*Task objective:* Lines holding the word "NumberCell" in the material below: count them and write the number alone.

*Provided data:*
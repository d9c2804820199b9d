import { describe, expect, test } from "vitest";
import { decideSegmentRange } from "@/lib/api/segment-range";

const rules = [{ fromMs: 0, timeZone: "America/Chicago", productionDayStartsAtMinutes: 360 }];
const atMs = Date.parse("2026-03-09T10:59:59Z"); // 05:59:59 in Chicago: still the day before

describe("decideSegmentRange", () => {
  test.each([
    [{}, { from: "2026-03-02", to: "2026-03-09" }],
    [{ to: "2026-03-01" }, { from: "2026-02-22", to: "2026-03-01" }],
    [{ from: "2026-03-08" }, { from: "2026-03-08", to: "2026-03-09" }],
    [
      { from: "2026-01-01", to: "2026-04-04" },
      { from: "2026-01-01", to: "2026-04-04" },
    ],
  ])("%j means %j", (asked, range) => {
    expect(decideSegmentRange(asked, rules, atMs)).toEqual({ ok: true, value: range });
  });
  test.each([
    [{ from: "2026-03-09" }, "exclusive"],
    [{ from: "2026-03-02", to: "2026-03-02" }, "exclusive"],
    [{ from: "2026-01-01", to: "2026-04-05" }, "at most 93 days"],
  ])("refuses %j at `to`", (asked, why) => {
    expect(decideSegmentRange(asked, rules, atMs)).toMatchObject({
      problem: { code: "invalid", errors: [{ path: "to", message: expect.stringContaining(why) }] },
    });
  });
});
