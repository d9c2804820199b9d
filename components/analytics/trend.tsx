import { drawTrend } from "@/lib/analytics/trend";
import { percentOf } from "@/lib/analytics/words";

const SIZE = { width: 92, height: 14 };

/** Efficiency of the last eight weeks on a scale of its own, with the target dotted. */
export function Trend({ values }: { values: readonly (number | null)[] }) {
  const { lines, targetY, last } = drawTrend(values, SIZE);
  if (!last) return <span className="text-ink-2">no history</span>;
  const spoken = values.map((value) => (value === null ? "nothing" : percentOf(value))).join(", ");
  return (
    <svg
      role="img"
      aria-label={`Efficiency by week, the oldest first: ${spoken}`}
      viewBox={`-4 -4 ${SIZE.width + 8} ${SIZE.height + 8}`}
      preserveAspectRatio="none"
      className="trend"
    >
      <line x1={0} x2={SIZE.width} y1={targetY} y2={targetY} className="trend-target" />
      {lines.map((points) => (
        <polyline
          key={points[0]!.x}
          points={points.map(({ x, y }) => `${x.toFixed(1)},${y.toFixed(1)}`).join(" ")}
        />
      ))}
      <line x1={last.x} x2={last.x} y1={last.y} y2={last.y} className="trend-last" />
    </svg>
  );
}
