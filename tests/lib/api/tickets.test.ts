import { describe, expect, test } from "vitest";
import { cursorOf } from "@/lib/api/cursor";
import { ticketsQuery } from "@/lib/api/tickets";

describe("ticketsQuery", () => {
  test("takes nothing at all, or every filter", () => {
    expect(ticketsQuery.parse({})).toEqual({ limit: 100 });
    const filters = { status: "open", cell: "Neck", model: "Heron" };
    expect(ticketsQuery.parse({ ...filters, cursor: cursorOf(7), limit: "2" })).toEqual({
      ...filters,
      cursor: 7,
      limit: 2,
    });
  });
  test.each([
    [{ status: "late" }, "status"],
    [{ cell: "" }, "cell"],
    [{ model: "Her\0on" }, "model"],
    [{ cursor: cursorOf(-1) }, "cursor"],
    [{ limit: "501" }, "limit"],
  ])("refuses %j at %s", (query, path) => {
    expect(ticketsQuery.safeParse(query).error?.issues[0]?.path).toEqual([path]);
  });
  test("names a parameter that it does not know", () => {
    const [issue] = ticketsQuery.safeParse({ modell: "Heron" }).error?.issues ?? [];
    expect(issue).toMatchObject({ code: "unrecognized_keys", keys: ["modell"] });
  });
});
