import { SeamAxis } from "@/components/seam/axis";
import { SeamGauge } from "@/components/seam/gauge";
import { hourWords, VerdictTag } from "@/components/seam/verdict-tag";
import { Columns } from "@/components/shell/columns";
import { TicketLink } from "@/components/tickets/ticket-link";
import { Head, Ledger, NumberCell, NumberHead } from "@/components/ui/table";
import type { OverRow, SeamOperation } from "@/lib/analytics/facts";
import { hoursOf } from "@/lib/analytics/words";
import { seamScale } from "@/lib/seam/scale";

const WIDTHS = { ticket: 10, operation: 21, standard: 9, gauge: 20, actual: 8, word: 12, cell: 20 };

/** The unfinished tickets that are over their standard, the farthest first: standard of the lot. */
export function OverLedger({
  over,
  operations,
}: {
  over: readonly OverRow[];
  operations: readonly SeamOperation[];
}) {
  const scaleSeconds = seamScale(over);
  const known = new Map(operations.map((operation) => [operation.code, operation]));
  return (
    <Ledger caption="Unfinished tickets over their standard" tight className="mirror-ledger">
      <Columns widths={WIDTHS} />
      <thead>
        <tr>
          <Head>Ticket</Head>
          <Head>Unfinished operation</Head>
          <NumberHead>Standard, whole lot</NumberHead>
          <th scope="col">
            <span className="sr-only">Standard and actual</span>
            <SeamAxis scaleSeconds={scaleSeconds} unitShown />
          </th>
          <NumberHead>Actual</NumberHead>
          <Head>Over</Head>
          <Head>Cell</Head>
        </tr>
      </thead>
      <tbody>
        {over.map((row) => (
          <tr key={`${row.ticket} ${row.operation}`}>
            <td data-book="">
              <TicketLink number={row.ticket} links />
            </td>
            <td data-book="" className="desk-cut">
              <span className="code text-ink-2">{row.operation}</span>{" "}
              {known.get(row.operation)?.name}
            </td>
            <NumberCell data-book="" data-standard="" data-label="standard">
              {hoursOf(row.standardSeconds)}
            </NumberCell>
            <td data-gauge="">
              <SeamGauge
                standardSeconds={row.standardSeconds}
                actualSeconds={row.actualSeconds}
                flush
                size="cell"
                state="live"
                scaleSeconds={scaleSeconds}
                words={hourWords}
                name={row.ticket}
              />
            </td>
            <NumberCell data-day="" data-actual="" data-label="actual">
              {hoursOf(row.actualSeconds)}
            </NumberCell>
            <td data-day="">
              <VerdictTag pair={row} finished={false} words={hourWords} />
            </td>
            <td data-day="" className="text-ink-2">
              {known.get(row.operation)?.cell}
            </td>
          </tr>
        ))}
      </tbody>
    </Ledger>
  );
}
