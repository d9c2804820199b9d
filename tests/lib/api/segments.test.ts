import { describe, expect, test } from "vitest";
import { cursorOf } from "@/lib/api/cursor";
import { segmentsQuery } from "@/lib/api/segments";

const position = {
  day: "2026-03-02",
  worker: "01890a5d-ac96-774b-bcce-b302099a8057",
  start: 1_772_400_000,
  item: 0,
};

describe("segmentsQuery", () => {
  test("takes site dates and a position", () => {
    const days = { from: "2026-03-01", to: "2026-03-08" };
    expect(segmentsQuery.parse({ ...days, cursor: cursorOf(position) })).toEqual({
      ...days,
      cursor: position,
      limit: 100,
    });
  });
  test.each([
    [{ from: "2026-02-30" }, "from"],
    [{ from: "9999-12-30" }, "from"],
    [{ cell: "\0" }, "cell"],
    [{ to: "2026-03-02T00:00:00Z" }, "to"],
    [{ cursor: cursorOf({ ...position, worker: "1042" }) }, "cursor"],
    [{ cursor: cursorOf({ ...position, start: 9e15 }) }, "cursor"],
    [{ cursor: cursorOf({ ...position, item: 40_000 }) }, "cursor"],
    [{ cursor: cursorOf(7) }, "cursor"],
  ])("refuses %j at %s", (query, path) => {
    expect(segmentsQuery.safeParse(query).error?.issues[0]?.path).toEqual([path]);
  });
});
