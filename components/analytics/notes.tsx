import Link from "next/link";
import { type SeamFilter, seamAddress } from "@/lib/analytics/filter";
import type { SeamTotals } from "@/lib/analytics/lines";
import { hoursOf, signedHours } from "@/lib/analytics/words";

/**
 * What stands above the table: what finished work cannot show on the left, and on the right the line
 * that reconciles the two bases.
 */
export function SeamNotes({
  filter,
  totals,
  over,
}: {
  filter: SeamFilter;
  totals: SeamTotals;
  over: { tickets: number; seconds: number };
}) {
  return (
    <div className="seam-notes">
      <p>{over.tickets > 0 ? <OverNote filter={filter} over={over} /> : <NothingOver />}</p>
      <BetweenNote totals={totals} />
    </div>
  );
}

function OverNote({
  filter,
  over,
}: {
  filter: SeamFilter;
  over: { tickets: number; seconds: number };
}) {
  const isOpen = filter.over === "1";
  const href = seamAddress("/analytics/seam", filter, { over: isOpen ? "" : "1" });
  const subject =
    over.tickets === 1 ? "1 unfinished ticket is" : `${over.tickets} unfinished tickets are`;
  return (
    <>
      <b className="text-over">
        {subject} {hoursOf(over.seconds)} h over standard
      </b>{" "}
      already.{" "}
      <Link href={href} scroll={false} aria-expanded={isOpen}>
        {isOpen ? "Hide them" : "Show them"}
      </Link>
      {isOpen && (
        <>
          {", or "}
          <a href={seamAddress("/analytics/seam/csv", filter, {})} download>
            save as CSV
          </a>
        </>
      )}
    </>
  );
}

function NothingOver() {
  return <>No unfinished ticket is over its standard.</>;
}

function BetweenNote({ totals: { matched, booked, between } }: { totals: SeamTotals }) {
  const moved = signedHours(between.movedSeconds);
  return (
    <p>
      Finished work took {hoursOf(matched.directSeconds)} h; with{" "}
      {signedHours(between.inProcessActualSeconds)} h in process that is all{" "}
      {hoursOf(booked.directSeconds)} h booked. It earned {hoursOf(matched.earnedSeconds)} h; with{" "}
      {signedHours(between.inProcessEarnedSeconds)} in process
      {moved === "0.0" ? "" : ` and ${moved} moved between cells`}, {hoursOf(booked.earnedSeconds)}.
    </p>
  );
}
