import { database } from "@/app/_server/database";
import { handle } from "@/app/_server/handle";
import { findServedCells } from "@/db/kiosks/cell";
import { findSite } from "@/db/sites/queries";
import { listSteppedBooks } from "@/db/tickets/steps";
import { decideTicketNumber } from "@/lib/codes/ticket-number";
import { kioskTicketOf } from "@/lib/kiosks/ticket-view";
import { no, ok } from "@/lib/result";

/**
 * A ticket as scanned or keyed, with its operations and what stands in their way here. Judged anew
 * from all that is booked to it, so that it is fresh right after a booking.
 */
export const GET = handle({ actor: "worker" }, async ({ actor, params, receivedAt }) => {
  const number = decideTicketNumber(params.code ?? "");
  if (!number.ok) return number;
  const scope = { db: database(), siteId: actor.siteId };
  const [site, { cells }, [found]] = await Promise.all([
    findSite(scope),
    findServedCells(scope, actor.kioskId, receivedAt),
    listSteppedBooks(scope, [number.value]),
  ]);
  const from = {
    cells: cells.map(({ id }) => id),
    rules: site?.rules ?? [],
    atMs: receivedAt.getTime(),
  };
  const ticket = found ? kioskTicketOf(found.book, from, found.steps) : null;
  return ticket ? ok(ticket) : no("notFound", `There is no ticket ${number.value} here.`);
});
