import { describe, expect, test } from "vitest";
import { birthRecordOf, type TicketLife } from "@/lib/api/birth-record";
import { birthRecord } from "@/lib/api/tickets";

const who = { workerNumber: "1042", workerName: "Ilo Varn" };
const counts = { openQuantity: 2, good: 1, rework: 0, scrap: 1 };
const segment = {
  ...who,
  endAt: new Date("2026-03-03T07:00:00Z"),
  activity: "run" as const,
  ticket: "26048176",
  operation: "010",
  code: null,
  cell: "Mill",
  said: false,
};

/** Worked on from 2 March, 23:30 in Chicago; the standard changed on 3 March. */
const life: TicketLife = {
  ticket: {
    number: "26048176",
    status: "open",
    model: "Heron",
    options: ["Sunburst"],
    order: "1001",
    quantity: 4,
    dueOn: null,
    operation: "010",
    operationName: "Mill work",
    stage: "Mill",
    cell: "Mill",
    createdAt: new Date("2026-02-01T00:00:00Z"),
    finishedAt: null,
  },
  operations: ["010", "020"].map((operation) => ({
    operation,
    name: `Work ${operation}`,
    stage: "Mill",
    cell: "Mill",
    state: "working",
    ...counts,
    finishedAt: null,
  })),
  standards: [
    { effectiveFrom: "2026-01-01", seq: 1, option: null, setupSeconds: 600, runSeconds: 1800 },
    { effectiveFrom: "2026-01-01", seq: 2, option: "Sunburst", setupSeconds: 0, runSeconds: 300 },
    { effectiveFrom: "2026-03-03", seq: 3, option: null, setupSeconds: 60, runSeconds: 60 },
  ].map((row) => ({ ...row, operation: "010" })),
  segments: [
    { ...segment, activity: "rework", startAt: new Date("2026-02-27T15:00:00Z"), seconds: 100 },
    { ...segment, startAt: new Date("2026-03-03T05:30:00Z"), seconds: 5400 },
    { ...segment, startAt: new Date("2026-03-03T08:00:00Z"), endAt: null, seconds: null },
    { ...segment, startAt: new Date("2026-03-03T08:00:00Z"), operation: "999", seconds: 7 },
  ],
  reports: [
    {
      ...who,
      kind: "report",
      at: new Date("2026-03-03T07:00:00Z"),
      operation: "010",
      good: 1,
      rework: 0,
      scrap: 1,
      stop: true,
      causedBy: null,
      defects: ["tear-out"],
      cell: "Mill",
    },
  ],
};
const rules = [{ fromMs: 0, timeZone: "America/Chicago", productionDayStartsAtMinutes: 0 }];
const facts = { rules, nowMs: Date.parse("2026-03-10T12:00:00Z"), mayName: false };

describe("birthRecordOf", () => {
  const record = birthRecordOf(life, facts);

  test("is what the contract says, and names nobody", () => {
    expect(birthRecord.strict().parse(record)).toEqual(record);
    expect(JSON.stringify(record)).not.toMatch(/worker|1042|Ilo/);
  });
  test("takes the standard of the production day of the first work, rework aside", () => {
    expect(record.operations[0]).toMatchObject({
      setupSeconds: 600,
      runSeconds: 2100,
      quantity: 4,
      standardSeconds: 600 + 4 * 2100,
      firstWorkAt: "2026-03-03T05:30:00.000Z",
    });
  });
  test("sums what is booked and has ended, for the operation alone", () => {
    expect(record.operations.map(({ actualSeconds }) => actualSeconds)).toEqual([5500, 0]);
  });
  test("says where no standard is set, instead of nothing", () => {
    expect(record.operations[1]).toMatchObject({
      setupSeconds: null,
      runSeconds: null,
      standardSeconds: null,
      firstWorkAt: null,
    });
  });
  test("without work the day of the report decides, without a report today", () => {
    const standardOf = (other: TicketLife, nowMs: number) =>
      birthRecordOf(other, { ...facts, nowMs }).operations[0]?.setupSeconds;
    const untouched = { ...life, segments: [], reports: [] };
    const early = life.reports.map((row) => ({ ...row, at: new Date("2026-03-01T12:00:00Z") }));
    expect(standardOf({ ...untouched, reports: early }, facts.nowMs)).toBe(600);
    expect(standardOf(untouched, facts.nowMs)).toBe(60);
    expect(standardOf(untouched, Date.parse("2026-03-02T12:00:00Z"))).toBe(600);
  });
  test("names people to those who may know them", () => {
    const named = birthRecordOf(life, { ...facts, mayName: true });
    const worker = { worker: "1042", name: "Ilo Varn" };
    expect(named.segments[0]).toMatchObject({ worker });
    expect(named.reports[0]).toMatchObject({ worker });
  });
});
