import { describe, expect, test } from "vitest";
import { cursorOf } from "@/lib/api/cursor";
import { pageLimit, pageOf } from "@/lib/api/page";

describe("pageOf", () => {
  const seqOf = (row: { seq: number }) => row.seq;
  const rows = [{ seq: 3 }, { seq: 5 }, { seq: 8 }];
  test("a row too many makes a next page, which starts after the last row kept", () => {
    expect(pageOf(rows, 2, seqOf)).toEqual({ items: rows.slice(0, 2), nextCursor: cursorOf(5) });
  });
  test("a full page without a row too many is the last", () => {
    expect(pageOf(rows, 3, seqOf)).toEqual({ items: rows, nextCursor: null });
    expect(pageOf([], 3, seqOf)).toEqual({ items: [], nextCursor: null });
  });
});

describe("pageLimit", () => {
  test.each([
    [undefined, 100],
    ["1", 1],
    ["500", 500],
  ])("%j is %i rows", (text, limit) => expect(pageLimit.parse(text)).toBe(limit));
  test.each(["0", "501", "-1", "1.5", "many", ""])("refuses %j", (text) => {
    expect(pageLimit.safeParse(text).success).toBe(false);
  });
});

*Response to this task:* 5